[Dataset entries]
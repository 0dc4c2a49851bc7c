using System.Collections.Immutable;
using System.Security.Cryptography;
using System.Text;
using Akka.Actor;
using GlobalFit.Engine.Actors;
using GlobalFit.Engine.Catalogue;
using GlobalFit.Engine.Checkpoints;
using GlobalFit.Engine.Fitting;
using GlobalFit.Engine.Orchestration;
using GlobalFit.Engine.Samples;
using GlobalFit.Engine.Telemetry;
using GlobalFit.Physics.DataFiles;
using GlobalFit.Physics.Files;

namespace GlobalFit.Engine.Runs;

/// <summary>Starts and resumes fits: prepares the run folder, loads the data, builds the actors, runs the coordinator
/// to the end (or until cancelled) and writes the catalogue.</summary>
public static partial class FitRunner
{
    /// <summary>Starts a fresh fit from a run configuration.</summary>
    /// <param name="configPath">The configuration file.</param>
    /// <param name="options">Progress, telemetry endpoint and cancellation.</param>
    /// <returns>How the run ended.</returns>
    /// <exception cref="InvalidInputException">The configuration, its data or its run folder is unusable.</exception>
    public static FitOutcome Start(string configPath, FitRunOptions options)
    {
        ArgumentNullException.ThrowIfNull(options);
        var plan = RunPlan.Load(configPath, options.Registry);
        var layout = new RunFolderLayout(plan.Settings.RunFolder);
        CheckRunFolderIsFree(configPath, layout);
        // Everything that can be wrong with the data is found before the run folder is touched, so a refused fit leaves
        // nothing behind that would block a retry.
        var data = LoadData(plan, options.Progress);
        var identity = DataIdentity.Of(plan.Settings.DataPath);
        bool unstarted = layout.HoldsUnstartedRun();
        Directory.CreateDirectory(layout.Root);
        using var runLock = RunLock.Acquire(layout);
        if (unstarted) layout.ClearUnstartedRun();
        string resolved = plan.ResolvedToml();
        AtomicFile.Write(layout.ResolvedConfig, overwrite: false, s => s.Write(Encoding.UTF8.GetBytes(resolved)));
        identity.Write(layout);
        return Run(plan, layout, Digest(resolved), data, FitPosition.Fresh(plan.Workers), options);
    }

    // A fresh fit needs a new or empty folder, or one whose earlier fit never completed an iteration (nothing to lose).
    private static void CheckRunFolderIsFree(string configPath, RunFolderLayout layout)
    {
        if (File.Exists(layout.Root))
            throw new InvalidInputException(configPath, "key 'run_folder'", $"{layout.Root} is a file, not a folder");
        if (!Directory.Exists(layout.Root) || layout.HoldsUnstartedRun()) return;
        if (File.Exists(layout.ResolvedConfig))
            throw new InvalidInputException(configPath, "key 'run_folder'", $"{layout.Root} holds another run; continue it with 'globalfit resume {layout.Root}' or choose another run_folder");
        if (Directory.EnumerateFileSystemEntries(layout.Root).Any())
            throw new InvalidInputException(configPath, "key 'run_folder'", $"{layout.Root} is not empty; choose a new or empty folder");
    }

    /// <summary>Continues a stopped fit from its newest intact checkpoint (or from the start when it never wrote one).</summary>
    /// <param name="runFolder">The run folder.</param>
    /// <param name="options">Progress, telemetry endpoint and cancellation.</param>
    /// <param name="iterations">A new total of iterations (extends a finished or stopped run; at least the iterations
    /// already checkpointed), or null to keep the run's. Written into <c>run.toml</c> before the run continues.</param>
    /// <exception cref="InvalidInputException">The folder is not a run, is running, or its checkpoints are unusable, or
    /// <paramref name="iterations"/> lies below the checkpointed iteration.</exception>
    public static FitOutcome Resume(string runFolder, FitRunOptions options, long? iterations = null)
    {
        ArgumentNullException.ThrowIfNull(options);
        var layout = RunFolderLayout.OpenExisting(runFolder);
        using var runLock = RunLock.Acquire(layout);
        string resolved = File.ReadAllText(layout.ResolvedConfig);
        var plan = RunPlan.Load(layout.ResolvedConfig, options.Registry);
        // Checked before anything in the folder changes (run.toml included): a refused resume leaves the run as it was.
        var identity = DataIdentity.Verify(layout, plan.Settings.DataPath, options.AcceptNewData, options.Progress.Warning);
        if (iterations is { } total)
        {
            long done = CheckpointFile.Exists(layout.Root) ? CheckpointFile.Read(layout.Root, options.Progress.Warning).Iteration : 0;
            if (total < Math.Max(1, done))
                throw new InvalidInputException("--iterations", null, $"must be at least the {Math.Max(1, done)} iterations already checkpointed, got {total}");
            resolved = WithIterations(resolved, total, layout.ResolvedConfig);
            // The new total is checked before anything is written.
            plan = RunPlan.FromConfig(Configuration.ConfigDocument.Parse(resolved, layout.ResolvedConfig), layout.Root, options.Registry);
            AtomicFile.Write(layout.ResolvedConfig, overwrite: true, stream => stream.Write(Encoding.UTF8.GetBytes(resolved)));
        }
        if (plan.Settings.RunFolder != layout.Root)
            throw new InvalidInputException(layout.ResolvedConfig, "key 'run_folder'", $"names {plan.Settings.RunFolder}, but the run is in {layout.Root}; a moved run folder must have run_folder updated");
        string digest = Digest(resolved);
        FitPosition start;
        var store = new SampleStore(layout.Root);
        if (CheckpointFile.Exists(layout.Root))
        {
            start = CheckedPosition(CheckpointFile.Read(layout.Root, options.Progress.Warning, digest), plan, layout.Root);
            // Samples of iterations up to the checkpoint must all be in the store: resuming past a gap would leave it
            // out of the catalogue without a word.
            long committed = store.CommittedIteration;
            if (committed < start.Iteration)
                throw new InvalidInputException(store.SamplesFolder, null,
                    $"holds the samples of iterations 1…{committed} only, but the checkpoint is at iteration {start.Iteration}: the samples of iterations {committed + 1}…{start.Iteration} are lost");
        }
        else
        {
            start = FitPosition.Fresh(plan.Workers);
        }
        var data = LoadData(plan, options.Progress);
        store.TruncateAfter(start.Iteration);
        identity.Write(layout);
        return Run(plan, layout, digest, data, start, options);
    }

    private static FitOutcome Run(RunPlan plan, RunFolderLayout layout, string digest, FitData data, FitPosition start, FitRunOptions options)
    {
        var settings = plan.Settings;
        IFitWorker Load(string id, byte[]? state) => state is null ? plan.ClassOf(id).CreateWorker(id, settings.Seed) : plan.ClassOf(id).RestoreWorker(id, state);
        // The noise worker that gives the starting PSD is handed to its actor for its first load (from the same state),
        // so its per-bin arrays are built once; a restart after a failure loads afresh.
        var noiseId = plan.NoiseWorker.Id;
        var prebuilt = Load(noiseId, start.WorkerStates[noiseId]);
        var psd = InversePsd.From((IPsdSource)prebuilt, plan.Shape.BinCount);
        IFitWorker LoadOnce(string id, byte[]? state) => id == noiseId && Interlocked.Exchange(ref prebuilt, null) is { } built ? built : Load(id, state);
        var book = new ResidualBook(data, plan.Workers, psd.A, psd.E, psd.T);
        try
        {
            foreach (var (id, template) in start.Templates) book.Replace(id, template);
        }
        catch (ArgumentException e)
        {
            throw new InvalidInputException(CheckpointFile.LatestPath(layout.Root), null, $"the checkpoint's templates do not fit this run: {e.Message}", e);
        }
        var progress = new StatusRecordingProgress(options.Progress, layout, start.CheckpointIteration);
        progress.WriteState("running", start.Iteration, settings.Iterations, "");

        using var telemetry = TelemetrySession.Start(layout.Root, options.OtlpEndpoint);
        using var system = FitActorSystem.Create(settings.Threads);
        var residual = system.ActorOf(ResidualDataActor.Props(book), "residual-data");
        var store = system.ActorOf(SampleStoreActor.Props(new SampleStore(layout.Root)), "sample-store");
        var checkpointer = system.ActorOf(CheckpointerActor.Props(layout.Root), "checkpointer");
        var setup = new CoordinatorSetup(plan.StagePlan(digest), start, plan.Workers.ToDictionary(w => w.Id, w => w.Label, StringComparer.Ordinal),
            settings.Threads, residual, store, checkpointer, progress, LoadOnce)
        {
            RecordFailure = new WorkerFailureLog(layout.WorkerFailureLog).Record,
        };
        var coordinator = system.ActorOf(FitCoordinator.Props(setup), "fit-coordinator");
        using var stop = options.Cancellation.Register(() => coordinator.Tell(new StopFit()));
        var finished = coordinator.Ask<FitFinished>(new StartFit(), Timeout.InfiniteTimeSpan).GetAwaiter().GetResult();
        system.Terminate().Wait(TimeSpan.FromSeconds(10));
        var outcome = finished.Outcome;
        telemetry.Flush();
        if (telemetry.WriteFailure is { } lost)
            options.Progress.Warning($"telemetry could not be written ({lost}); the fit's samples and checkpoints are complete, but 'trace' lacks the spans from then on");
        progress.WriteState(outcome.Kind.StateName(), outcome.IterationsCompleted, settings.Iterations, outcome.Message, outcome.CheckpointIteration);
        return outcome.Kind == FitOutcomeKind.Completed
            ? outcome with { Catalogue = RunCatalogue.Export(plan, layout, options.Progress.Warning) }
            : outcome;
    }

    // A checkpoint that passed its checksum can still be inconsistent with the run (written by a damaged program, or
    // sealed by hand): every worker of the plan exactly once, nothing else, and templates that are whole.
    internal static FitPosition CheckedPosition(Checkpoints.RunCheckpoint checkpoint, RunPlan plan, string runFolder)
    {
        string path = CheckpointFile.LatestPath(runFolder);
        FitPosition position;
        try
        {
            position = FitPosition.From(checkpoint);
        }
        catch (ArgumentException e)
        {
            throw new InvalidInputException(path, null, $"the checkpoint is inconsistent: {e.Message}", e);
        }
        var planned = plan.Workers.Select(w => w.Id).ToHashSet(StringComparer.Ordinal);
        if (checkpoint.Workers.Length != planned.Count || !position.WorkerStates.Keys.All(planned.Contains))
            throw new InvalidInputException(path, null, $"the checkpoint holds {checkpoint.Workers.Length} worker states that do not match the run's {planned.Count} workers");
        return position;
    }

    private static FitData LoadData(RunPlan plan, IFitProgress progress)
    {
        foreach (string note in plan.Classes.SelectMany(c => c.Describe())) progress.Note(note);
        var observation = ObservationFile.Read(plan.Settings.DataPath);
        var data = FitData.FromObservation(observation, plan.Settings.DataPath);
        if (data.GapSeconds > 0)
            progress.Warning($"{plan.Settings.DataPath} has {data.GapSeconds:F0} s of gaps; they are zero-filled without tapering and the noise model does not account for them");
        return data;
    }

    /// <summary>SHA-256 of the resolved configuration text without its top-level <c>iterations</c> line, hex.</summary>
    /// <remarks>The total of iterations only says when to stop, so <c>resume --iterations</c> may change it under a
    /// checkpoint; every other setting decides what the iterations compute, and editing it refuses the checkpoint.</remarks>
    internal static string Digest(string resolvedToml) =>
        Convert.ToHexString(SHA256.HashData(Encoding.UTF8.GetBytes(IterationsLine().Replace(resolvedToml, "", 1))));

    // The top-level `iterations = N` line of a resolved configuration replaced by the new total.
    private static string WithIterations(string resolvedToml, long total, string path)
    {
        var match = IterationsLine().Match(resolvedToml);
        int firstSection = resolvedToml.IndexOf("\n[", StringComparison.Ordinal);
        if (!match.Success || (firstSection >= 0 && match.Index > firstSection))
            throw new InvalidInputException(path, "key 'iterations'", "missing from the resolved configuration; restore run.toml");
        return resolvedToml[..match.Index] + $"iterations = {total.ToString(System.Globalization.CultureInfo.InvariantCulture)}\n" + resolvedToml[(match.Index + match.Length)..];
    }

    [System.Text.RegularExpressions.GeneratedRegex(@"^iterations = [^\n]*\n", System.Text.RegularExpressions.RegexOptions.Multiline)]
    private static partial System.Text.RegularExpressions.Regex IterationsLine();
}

## WHAT TO WORK ON
Reproduce exactly the lines above from the line with "Directory.CreateDirectory(layout.Root);" to the line with "string resolved = plan.ResolvedToml();", including both, and add nothing.

## TASK OUTPUT
        Directory.CreateDirectory(layout.Root);
        using var runLock = RunLock.Acquire(layout);
        if (unstarted) layout.ClearUnstartedRun();
        string resolved = plan.ResolvedToml();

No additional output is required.